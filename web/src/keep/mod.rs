//! Keeping on this phone: written at each change, read before the page is put up.
//!
//! Writes of one tab follow one another; while one is under way only the latest change waits. A write puts in only
//! what this tab changed, so two tabs never undo each other's work.

#[cfg(target_arch = "wasm32")]
mod browser;
#[cfg(target_arch = "wasm32")]
use browser as storage;
#[cfg(not(target_arch = "wasm32"))]
mod nowhere;
#[cfg(not(target_arch = "wasm32"))]
use nowhere as storage;

use std::time::Duration;

use bridge::Kept;
use leptos::prelude::*;
use wasm_bindgen_futures::spawn_local;

use storage::{Storage, Tabs};

/// How long the browser's storage may take to answer before the page is put up without it.
pub const PATIENCE: Duration = Duration::from_secs(2);

/// How many earlier states of a site are kept.
pub const STATES: usize = 20;

/// How long after one earlier state the next is kept, in milliseconds: a keystroke is no state.
pub const STATE_APART: f64 = 60_000.0;

/// A site on this phone.
#[derive(Clone, Debug, PartialEq, Eq)]
pub struct KeptSite {
    /// What it is kept under.
    pub key: u32,
    /// Its name.
    pub name: String,
}

/// A site to be written.
#[derive(Clone, Debug, PartialEq, Eq)]
pub struct ToKeep {
    /// What it is kept under.
    pub key: u32,
    /// Its name.
    pub name: String,
    /// Its text.
    pub text: String,
}

/// A site that was written.
#[derive(Clone, Debug, PartialEq, Eq)]
pub struct Put {
    /// What it is kept under now.
    pub key: u32,
    /// How often it has been written.
    pub revision: u32,
    /// The sites on this phone, where their list changed.
    pub list: Option<Vec<KeptSite>>,
}

/// Whether what was typed is kept.
#[derive(Clone, Copy, Debug, PartialEq, Eq)]
pub enum Keeping {
    /// The storage has not answered yet.
    Waiting,
    /// A write takes longer than a second.
    Busy,
    /// Everything is kept.
    Kept,
    /// It is not kept, and why.
    Not(Why),
}

/// Why something is not kept.
#[derive(Clone, Copy, Debug, PartialEq, Eq)]
pub enum Why {
    /// The storage does not answer.
    NoAnswer,
    /// The browser has no storage for this page, or refuses it.
    Refused,
    /// The phone is full.
    Full,
    /// A newer release wrote there, in another tab.
    Newer,
}

impl Why {
    /// In words, to follow "not kept on this phone".
    pub const fn words(self) -> &'static str {
        match self {
            Self::NoAnswer => "the browser’s storage does not answer",
            Self::Refused => "the browser keeps nothing for this page",
            Self::Full => "the phone is full",
            Self::Newer => "a newer Linehut is open in another tab: reload this one",
        }
    }
}

/// Keeps what was typed. A handle: copying it copies nothing.
#[derive(Clone, Copy)]
pub struct Keeper {
    state: RwSignal<Keeping>,
    lasting: RwSignal<Option<bool>>,
    elsewhere: RwSignal<bool>,
    damaged: RwSignal<bool>,
    /// The sites on this phone.
    sites: RwSignal<Vec<KeptSite>>,
    /// A site that another tab had changed too was put beside it: from which key to which.
    moved: RwSignal<Option<(u32, u32)>>,
    work: StoredValue<Work, LocalStorage>,
}

#[derive(Default)]
struct Work {
    storage: Option<Storage>,
    tabs: Option<Tabs>,
    /// What this tab last read or wrote: the next write puts in only what differs from it.
    base: Kept,
    next: Option<Kept>,
    next_site: Option<ToKeep>,
    /// How often each site had been written when this tab last read or wrote it.
    revisions: Vec<(u32, u32)>,
    busy: bool,
    asked_to_last: bool,
}

impl Keeper {
    /// A keeper that has opened no storage yet.
    pub fn new() -> Self {
        Self {
            state: RwSignal::new(Keeping::Waiting),
            lasting: RwSignal::new(None),
            elsewhere: RwSignal::new(false),
            damaged: RwSignal::new(false),
            sites: RwSignal::new(Vec::new()),
            moved: RwSignal::new(None),
            work: StoredValue::new_local(Work::default()),
        }
    }

    /// Whether what was typed is kept.
    pub fn state(self) -> Keeping {
        self.state.get()
    }

    /// Whether nothing waits to be written.
    pub fn is_done(self) -> bool {
        self.work.try_with_value(|work| !work.busy && work.next.is_none() && work.next_site.is_none()).unwrap_or(true)
    }

    /// Whether the browser promised never to clear it by itself. `None` while that is not known.
    pub fn lasting(self) -> Option<bool> {
        self.lasting.get()
    }

    /// Whether another tab changed what is kept.
    pub fn elsewhere(self) -> RwSignal<bool> {
        self.elsewhere
    }

    /// Whether what was kept could not be read. It was laid aside, not thrown away.
    pub fn damaged(self) -> RwSignal<bool> {
        self.damaged
    }

    /// The sites on this phone.
    pub fn sites(self) -> RwSignal<Vec<KeptSite>> {
        self.sites
    }

    /// The site that was last put beside another tab's: from which key to which.
    pub fn moved(self) -> RwSignal<Option<(u32, u32)>> {
        self.moved
    }

    fn storage(self) -> Option<Storage> {
        self.work.try_with_value(|work| work.storage.clone()).flatten()
    }

    /// A key that no site on this phone has.
    pub fn new_key(self) -> u32 {
        self.sites.with_untracked(|sites| sites.iter().map(|one| one.key).max()).unwrap_or(0) + 1
    }

    /// The text of a kept site.
    pub async fn site(self, key: u32) -> Option<String> {
        let (revision, text) = self.storage()?.site(key).await.ok().flatten()?;
        self.work.update_value(|work| work.set_revision(key, revision));
        Some(text)
    }

    /// Earlier states of a site, the latest first.
    pub async fn earlier(self, key: u32) -> Vec<(f64, String)> {
        match self.storage() {
            Some(storage) => storage.earlier(key).await.unwrap_or_default(),
            None => Vec::new(),
        }
    }

    /// Forgets a site.
    pub async fn forget_site(self, key: u32) {
        let Some(storage) = self.storage() else { return };
        match storage.forget_site(key).await {
            Ok(()) => self.list(&storage).await,
            Err(why) => self.state.set(Keeping::Not(why)),
        }
    }

    /// Adds a piece of the site that comes in as the set of that name, and gives all that came of it. Pieces of other sets go.
    pub async fn add_piece(self, set: String, piece: String) -> Vec<String> {
        match self.storage() {
            Some(storage) => storage.add_piece(&set, &piece).await.unwrap_or_default(),
            None => Vec::new(),
        }
    }

    /// Forgets the pieces of a site that came in.
    pub async fn forget_pieces(self) {
        if let Some(storage) = self.storage() {
            // Pieces that stay are put away by the next set.
            let _ = storage.forget_pieces().await;
        }
    }

    async fn list(self, storage: &Storage) {
        if let Ok(sites) = storage.sites().await {
            self.sites.set(sites);
        }
    }

    /// Keeps a site, as soon as the write before it is done.
    pub fn keep_site(self, site: ToKeep) {
        self.work.update_value(|work| work.next_site = Some(site));
        self.go_on();
    }

    /// The storage did not answer in time.
    pub fn give_up_waiting(self) {
        if self.state.get_untracked() == Keeping::Waiting {
            self.state.set(Keeping::Not(Why::NoAnswer));
        }
    }

    /// Opens the storage and reads what was kept.
    pub async fn open(self) -> Option<Kept> {
        let storage = match Storage::open().await {
            Ok(storage) => storage,
            Err(why) => {
                self.state.set(Keeping::Not(why));
                return None;
            }
        };
        let found = storage.read().await;
        self.list(&storage).await;
        self.lasting.set(storage::is_lasting().await);
        let elsewhere = self.elsewhere;
        self.work.update_value(|work| {
            work.storage = Some(storage);
            work.tabs = Tabs::listen(move || elsewhere.set(true));
        });
        match found {
            Ok(found) => {
                self.state.set(Keeping::Kept);
                self.damaged.set(found.damaged);
                self.work.update_value(|work| work.base = found.kept.clone());
                self.go_on();
                Some(found.kept)
            }
            Err(why) => {
                self.state.set(Keeping::Not(why));
                None
            }
        }
    }

    /// Keeps `kept`, as soon as the write before it is done.
    pub fn keep(self, kept: Kept) {
        self.work.update_value(|work| work.next = Some(kept));
        self.go_on();
    }

    fn go_on(self) {
        let idle = self
            .work
            .try_update_value(|work| {
                let waits = work.next.is_some() || work.next_site.is_some();
                work.storage.is_some() && waits && !std::mem::replace(&mut work.busy, true)
            })
            .unwrap_or(false);
        if !idle {
            return;
        }
        set_timeout(
            move || {
                if self.work.try_with_value(|work| work.busy) == Some(true) {
                    self.state.set(Keeping::Busy);
                }
            },
            Duration::from_secs(1),
        );
        spawn_local(async move {
            loop {
                if let Err(why) = self.write_site().await {
                    self.state.set(Keeping::Not(why));
                    self.work.update_value(|work| work.busy = false);
                    return;
                }
                let Some((storage, base, next)) = self.take() else { return };
                match storage.write(&base, &next).await {
                    Ok(()) => {
                        self.work.update_value(|work| {
                            work.base = next;
                            if let Some(tabs) = &work.tabs {
                                tabs.tell();
                            }
                        });
                        self.is_kept();
                        self.ask_to_last().await;
                    }
                    Err(why) => {
                        self.state.set(Keeping::Not(why));
                        // Not lost: it goes along with the next change.
                        self.work.update_value(|work| {
                            work.next.get_or_insert(next);
                            work.busy = false;
                        });
                        return;
                    }
                }
            }
        });
    }

    /// Writes the site that waits, if one does. Where it cannot be written, it waits on.
    async fn write_site(self) -> Result<(), Why> {
        while let Some((storage, site)) =
            self.work.try_update_value(|work| Some((work.storage.clone()?, work.next_site.take()?))).flatten()
        {
            let after = self.work.try_with_value(|work| work.revision(site.key)).unwrap_or(0);
            match storage.put_site(&site, after, crate::clock::date()).await {
                Ok(Put { key, revision, list }) => {
                    self.work.update_value(|work| {
                        work.set_revision(key, revision);
                        if let Some(tabs) = &work.tabs {
                            tabs.tell();
                        }
                    });
                    if key != site.key {
                        self.moved.set(Some((site.key, key)));
                    }
                    if let Some(list) = list {
                        self.sites.set(list);
                    }
                    self.is_kept();
                    self.ask_to_last().await;
                }
                Err(why) => {
                    self.work.update_value(|work| {
                        work.next_site.get_or_insert(site);
                    });
                    return Err(why);
                }
            }
        }
        Ok(())
    }

    /// What to write next; ends the work where there is nothing.
    fn take(self) -> Option<(Storage, Kept, Kept)> {
        self.work
            .try_update_value(|work| {
                let next = work.next.take().filter(|next| *next != work.base);
                work.busy = next.is_some();
                // A site that came in meanwhile goes first.
                if next.is_none() && work.next_site.is_some() {
                    work.busy = true;
                    return Some((work.storage.clone()?, work.base.clone(), work.base.clone()));
                }
                Some((work.storage.clone()?, work.base.clone(), next?))
            })
            .flatten()
    }

    /// Everything is kept; told only where it was not before.
    fn is_kept(self) {
        if self.state.get_untracked() != Keeping::Kept {
            self.state.set(Keeping::Kept);
        }
    }

    /// Asks the browser, once, not to clear what is kept: after the first entry, when it means something.
    async fn ask_to_last(self) {
        let asked = self.work.try_update_value(|work| std::mem::replace(&mut work.asked_to_last, true));
        if asked == Some(false) && self.lasting.get_untracked() != Some(true) {
            self.lasting.set(storage::ask_to_last().await);
        }
    }
}

impl Work {
    fn revision(&self, key: u32) -> u32 {
        self.revisions.iter().find(|(one, _)| *one == key).map_or(0, |(_, revision)| *revision)
    }

    fn set_revision(&mut self, key: u32, revision: u32) {
        self.revisions.retain(|(one, _)| *one != key);
        self.revisions.push((key, revision));
    }
}

impl Default for Keeper {
    fn default() -> Self {
        Self::new()
    }
}
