//! The two pictures of a run: amperes against what the conductor carries, and the drop against what is allowed. Pure.

use engine::check::{Check, Sense, Verdict};
use engine::quantity::{Amount, Amps, Quantity};
use engine::run::{Requirement, Sizing};
use engine::show;

use crate::check_row::bar;
use crate::span_bar::Bar;
use crate::span_bar::geometry::{From, Mark, Post, Ruler};

fn find(checks: &[Check<Requirement>], id: Requirement) -> Option<&Check<Requirement>> {
    checks.iter().find(|check| check.id == id)
}

/// Amperes: what is asked of the conductor against what it carries, or the breaker against its own limit where only
/// that breaks.
pub fn amps(found: Option<&Sizing>, checks: &[Check<Requirement>]) -> Bar {
    drawn(found, checks).unwrap_or_else(|| Bar::unknown("What flows is not known yet."))
}

fn drawn(found: Option<&Sizing>, checks: &[Check<Requirement>]) -> Option<Bar> {
    let found = found?;
    let carries = find(checks, Requirement::Ampacity)?;
    let fits = find(checks, Requirement::Protection)?;
    if fits.verdict == Verdict::Breaks && carries.verdict != Verdict::Breaks {
        return breaker(found, fits);
    }
    conductor(found, carries)
}

fn mark(amps: Amps, name: &str, beside: Amount) -> Mark {
    Mark { at: amps.get(), name: name.to_owned(), shown: show::apart(amps.amount(), beside).0 }
}

fn conductor(found: &Sizing, check: &Check<Requirement>) -> Option<Bar> {
    // The limit is from below: what must be carried. On the ruler it is what is covered, and the value is the post.
    let (carries, asked) = (check.value?, check.limit?.amount);
    let (flows, rating) = (found.load.working, found.protection.rating);
    let asked_amps = Amps::new(asked.number);
    let mut marks = vec![mark(flows, "flows", carries)];
    let by_rule = asked_amps.get() > flows.get() * (1.0 + 1e-9);
    if by_rule {
        marks.push(mark(asked_amps, "by rule", carries));
    }
    let breaker = format!("the {} is {}", found.protection.protects.word(), show::given(rating.amount()));
    let carries_shown = show::apart(carries, asked).0;
    let room = show::room(check.distance()?);
    let rule = if by_rule { format!("the rule asks for {}, ", show::computed(asked)) } else { String::new() };
    let says =
        format!("Amperes. The conductor carries {carries_shown}; {rule}{} flows, {breaker}.", marks[0].shown.clone());
    Some(Bar {
        ruler: Ruler {
            low: None,
            high: Some(Post {
                at: carries.number,
                reserve: 0.0,
                name: "conductor carries".to_owned(),
                shown: carries_shown,
            }),
            covered: Some((From::Start, asked.number)),
            marks,
        },
        verdict: check.verdict,
        room: Some(room),
        says,
    })
}

fn breaker(found: &Sizing, check: &Check<Requirement>) -> Option<Bar> {
    let mut drawn = bar(check.id.name(), check)?;
    let limit = check.limit?;
    let name = match limit.sense {
        Sense::AtMost => "protected up to",
        Sense::AtLeast => "load asks for",
    };
    for post in drawn.ruler.high.iter_mut().chain(drawn.ruler.low.iter_mut()) {
        name.clone_into(&mut post.name);
    }
    drawn.ruler.marks = vec![mark(Amps::new(check.value?.number), found.protection.protects.word(), limit.amount)];
    Some(drawn)
}

/// The drop against what is allowed. `None` while length or voltage is missing.
pub fn drop(found: Option<&Sizing>, checks: &[Check<Requirement>]) -> Option<Bar> {
    let check = find(checks, Requirement::Drop)?;
    let mut drawn = bar(check.id.name(), check)?;
    let (value, limit) = (check.value?, check.limit?);
    if let Some(post) = &mut drawn.ruler.high {
        "drop allowed".clone_into(&mut post.name);
    }
    let name = found?.drop.map_or_else(String::new, |drop| show::computed(drop.volts.amount()));
    drawn.ruler.marks = vec![Mark { at: value.number, name, shown: show::apart(value, limit.amount).0 }];
    Some(drawn)
}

━━━━

▶ **WORK TO COMPLETE**
Search each line of the data above for "impl", and copy the lines where it occurs.

▶ **ANSWER SPACE**
impl Why {
impl Keeper {
impl Work {
impl Default for Keeper {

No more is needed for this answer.